Detox

di Paolo Vincenti

Qualche settimana fa mi si è rotto lo schermo del telefonino, che è stato in assistenza per un giorno e mezzo. Panico. Un giorno e mezzo, però, di digital detox. Un giorno e mezzo ansiolitico, certo complicato da gestire, ma in cui avrei potuto riscoprire la bellezza dell’essere disconnesso. Avrei potuto. Ma l’incalzare degli eventi ha avuto la meglio e addio riflessioni sulla decrescita felice, nessuna bucolica nostalgia, veruno elogio della lentezza. Bramavo la cybersickness, cioè quello stress tecnologico che normalmente deprechiamo. Incredibile, no? Eppure anelavo di tornare a quel sotterraneo e strisciante ronzio dato dai mille apparecchi digitali in attività intorno a noi ogni giorno, a quel caos del millennio che, compagnevole, è diventato parte di noi, connaturato all’homo technologicus odierno (leggete il bel libro Homo technologicus di Giuseppe Longo, Ledizioni Editore, 2012).

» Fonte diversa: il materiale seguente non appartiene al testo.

def _property_grid(state: FluidState):
    """Temperatures [K] of the property table: +-PROPERTY_TABLE_SPAN around the planned one,
    inside the fluid's validity range, every PROPERTY_TABLE_STEP; None if too short."""
    try:
        info = get_fluid(state.fluid)
    except ValueError:
        return None
    t0 = float(np.asarray(state.temperature_si))
    lo, hi = t0 - PROPERTY_TABLE_SPAN, t0 + PROPERTY_TABLE_SPAN
    r = info.range_of("temperature")
    if r is not None:
        lo, hi = max(lo, r.low), min(hi, r.high)
    n = int(round((hi - lo) / PROPERTY_TABLE_STEP))
    if n < 2:
        return None
    return lo + PROPERTY_TABLE_STEP * np.arange(n + 1)


def _evaluate_on_grid(state: FluidState, grid) -> FluidState | None:
    """The fluid at the grid temperatures and its own pressure (and humidity or salinity)."""
    info = get_fluid(state.fluid)
    p0 = float(np.asarray(state.pressure_si))
    extra = {k: state.extra[k] for k in ("relative_humidity", "salinity") if k in state.extra}
    try:
        return info.evaluate_si(grid, p0, **extra)
    except (TypeError, ValueError):  # an evaluator without these keywords
        try:
            return info.evaluate_si(grid, p0)
        except ValueError:
            return None


def _cf(re_values):
    """ITTC-1957 C_F [-] where Re > 100, NaN elsewhere."""
    out = np.full(np.shape(re_values), np.nan)
    ok = np.isfinite(re_values) & (re_values > 100)
    if ok.any():
        out[ok] = friction_coefficient(re_values[ok], method="ittc1957")
    return out


def _temperature_range(fluid: str):
    try:
        r = get_fluid(fluid).range_of("temperature")
    except ValueError:
        return None
    return None if r is None else (r.low, r.high)


# -- Charts ---------------------------------------------------------------------------------
def _sheet_charts(wb, plan: Plan) -> None:
    """The speed table, the friction line under it (a hull: ITTC-1957; a propeller: the
    ITTC-78 blade-section drag; none for a wing or body), and the charts below both."""
    ws = wb.create_sheet(SHEET_NAMES[9])
    kind = body_class(plan.case.prototype.kind)
    n, re_m, re_p = _speed_table(ws, plan, kind)
    line_header = n + 4
    ng = _friction_line_table(ws, re_m, re_p, line_header, kind) if kind != "body" else 0
    ws.freeze_panes = "A2"
    fit_widths(ws, rows=range(1, line_header + ng + 1))
    fit_row_height(ws, 1)
    if ng:
        fit_row_height(ws, line_header)
    below = chart_below(ws, _reynolds_chart(ws, n, plan.case),
                        line_header + ng if ng else n + 2)
    if ng:
        chart_below(ws, _friction_chart(ws, n, ng, line_header, kind), below, gap=1)


#: Header of the model and full-scale coefficients of the Charts sheet, by body class.
_CHART_COEFFICIENTS = {
    "hull": ("ITTC-1957 C_F model [-]", "ITTC-1957 C_F prototype [-]"),
    "propeller": ("ITTC-78 blade section drag C_D model [-]",
                  "ITTC-78 blade section drag C_D full scale [-]"),
}


def _speed_table(ws, plan: Plan, kind: str):
    """One row per prototype speed in columns A-F (A-D for a body); returns (rows, model Re,
    prototype Re)."""
    matrix, case = plan.matrix, plan.case
    re_col, re_p_col = reynolds_columns(case)
    speed_col = case.speed_header if case.speed_header in matrix else "prototype speed [m/s]"
    by = matrix.groupby("prototype speed [m/s]", sort=True).first().reset_index()
    re_m = by[re_col].to_numpy(dtype=float)
    re_p = by[re_p_col].to_numpy(dtype=float)
    headers = [speed_col, "model speed [m/s]", re_col, re_p_col]
    cols = [by[speed_col].to_numpy(float), by["model speed [m/s]"].to_numpy(float), re_m, re_p]
    if kind == "hull":
        headers += list(_CHART_COEFFICIENTS[kind])
        cols += [_cf(re_m), _cf(re_p)]
    elif kind == "propeller":
        headers += list(_CHART_COEFFICIENTS[kind])
        cols += [_cd_model(re_m), np.full(re_p.shape, _cd_full_scale(plan))]
    header_row(ws, 1, headers)
    for j, (h, col) in enumerate(zip(headers, cols, strict=True), 1):
        fmt = number_format(h, col)
        for i, v in enumerate(col):
            ws.cell(row=2 + i, column=j, value=cell_value(v)).number_format = fmt
    return len(by), re_m, re_p


def _friction_line_table(ws, re_m, re_p, header: int, kind: str) -> int:
    """The ITTC-1957 line (a hull) or the ITTC-78 model blade-section drag (a propeller) over
    the Reynolds numbers of model and full scale, in columns A-B from row ``header``; returns
    its number of rows."""
    lo = math.floor(math.log10(max(np.nanmin(re_m[re_m > 0]) if (re_m > 0).any() else 1e5,
                                   1e4)))
    hi = math.ceil(math.log10(max(np.nanmax(re_p) if np.isfinite(re_p).any() else 1e9, 1e6)))
    grid = np.logspace(lo, hi, 8 * (hi - lo) + 1)
    if kind == "propeller":
        title, heads = ("ITTC-78 model blade-section drag",
                        ["Reynolds number Re_0.7R [-]", "ITTC-78 C_D model [-]"])
        line = _cd_model(grid)
    else:
        title, heads = "ITTC-1957 friction line", ["Reynolds number [-]", "ITTC-1957 C_F [-]"]
        line = friction_coefficient(grid)
    ws.cell(row=header - 1, column=1, value=title).font = BOLD
    header_row(ws, header, heads)
    for i, (rv, cv) in enumerate(zip(grid, line, strict=True)):
        ws.cell(row=header + 1 + i, column=1, value=float(rv)).number_format = "0.00E+00"
        ws.cell(row=header + 1 + i, column=2, value=cell_value(cv)).number_format = "0.00000"
    return len(grid)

Proprio così, nessuno è immune dalla tecno dipendenza, non c’è niuno che possa dire “io di qui non passo”. In questa sorta di globale playstation network che è la nostra società, il rischio è proprio questo. Si tratta di una debolezza strutturale che genera fragilità emotiva nell’uomo, psicopatologie come schizofrenia, attacchi di panico, ansia, nevrastenia. È il lato oscuro del progresso. Forse, la tecnopolis contemporanea è una città vivibile senza stress solo dagli adolescenti, cioè quelli che sono nati già nella imperante babele (la generazione zeta, insomma), ma è dura per i più maturi, Ad ogni modo, tutti webeti, schiavi senza catene e vittime della contagiosa sindrome della connessione. Siamo messi così male? La risposta va da sé. Se uno che, insomma, ha un quoziente intellettivo più o meno nella media e qualche libro in vita sua lo ha letto e continua a leggerlo, si ritrova in astinenza come un disgraziato eroinomane qualunque per una giornata buca, ciò significa che il mondo ha preso davvero una pericolosa china e non si risolleverà. Questo pensavo, chiacchierando ieri con alcuni colleghi nella pausa caffè e sul medesimo rifletto con i pochi amici che avranno la bontà di leggermi su questo blog.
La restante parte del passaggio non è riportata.